# [DATA FOR THIS TASK]
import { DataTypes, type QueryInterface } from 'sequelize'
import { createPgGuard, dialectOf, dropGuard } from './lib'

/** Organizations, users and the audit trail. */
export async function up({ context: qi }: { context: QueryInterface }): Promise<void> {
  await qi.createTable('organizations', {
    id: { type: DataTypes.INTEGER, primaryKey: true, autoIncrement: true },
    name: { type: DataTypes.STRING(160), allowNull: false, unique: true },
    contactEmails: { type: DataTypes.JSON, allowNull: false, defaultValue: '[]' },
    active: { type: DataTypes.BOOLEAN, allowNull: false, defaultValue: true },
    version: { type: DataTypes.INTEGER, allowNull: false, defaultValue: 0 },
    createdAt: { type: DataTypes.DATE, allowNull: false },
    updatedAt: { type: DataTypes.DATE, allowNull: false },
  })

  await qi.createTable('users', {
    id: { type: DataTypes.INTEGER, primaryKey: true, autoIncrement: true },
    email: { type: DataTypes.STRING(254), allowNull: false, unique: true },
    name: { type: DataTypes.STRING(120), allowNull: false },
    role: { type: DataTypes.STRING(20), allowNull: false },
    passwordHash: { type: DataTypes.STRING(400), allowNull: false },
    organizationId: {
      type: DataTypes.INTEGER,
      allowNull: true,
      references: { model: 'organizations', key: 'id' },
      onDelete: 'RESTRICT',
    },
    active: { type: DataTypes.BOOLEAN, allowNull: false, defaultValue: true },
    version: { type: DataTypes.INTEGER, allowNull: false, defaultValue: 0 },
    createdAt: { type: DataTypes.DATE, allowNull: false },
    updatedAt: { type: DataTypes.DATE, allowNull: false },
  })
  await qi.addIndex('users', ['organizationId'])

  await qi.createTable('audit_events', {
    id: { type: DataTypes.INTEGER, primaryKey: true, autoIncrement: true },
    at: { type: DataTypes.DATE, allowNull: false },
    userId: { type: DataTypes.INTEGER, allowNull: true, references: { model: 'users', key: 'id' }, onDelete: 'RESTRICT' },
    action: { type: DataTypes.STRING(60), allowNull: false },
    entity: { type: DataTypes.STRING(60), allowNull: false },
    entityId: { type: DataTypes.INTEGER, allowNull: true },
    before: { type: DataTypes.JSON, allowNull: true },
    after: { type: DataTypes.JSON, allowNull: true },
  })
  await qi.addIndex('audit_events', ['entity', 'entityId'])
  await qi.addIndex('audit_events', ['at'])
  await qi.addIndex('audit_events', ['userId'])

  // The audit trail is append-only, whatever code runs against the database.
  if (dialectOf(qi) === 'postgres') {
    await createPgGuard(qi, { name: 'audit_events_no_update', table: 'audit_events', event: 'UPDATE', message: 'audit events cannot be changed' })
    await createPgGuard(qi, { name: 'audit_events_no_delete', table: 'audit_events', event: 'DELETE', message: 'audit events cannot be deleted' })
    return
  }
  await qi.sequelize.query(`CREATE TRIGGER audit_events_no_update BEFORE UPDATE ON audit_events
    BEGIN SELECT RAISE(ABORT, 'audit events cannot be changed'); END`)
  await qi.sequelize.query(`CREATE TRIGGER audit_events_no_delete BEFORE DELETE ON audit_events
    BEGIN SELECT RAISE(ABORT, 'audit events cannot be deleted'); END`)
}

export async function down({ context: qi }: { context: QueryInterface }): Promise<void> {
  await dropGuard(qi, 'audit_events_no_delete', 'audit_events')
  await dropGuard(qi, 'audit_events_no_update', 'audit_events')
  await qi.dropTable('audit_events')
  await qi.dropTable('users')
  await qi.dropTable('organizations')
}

# [WHAT TO PRODUCE]
The word "entityId" appears on some lines of the data above; say how many such lines there are, with nothing else.

# [SOLUTION TO THIS TASK]
2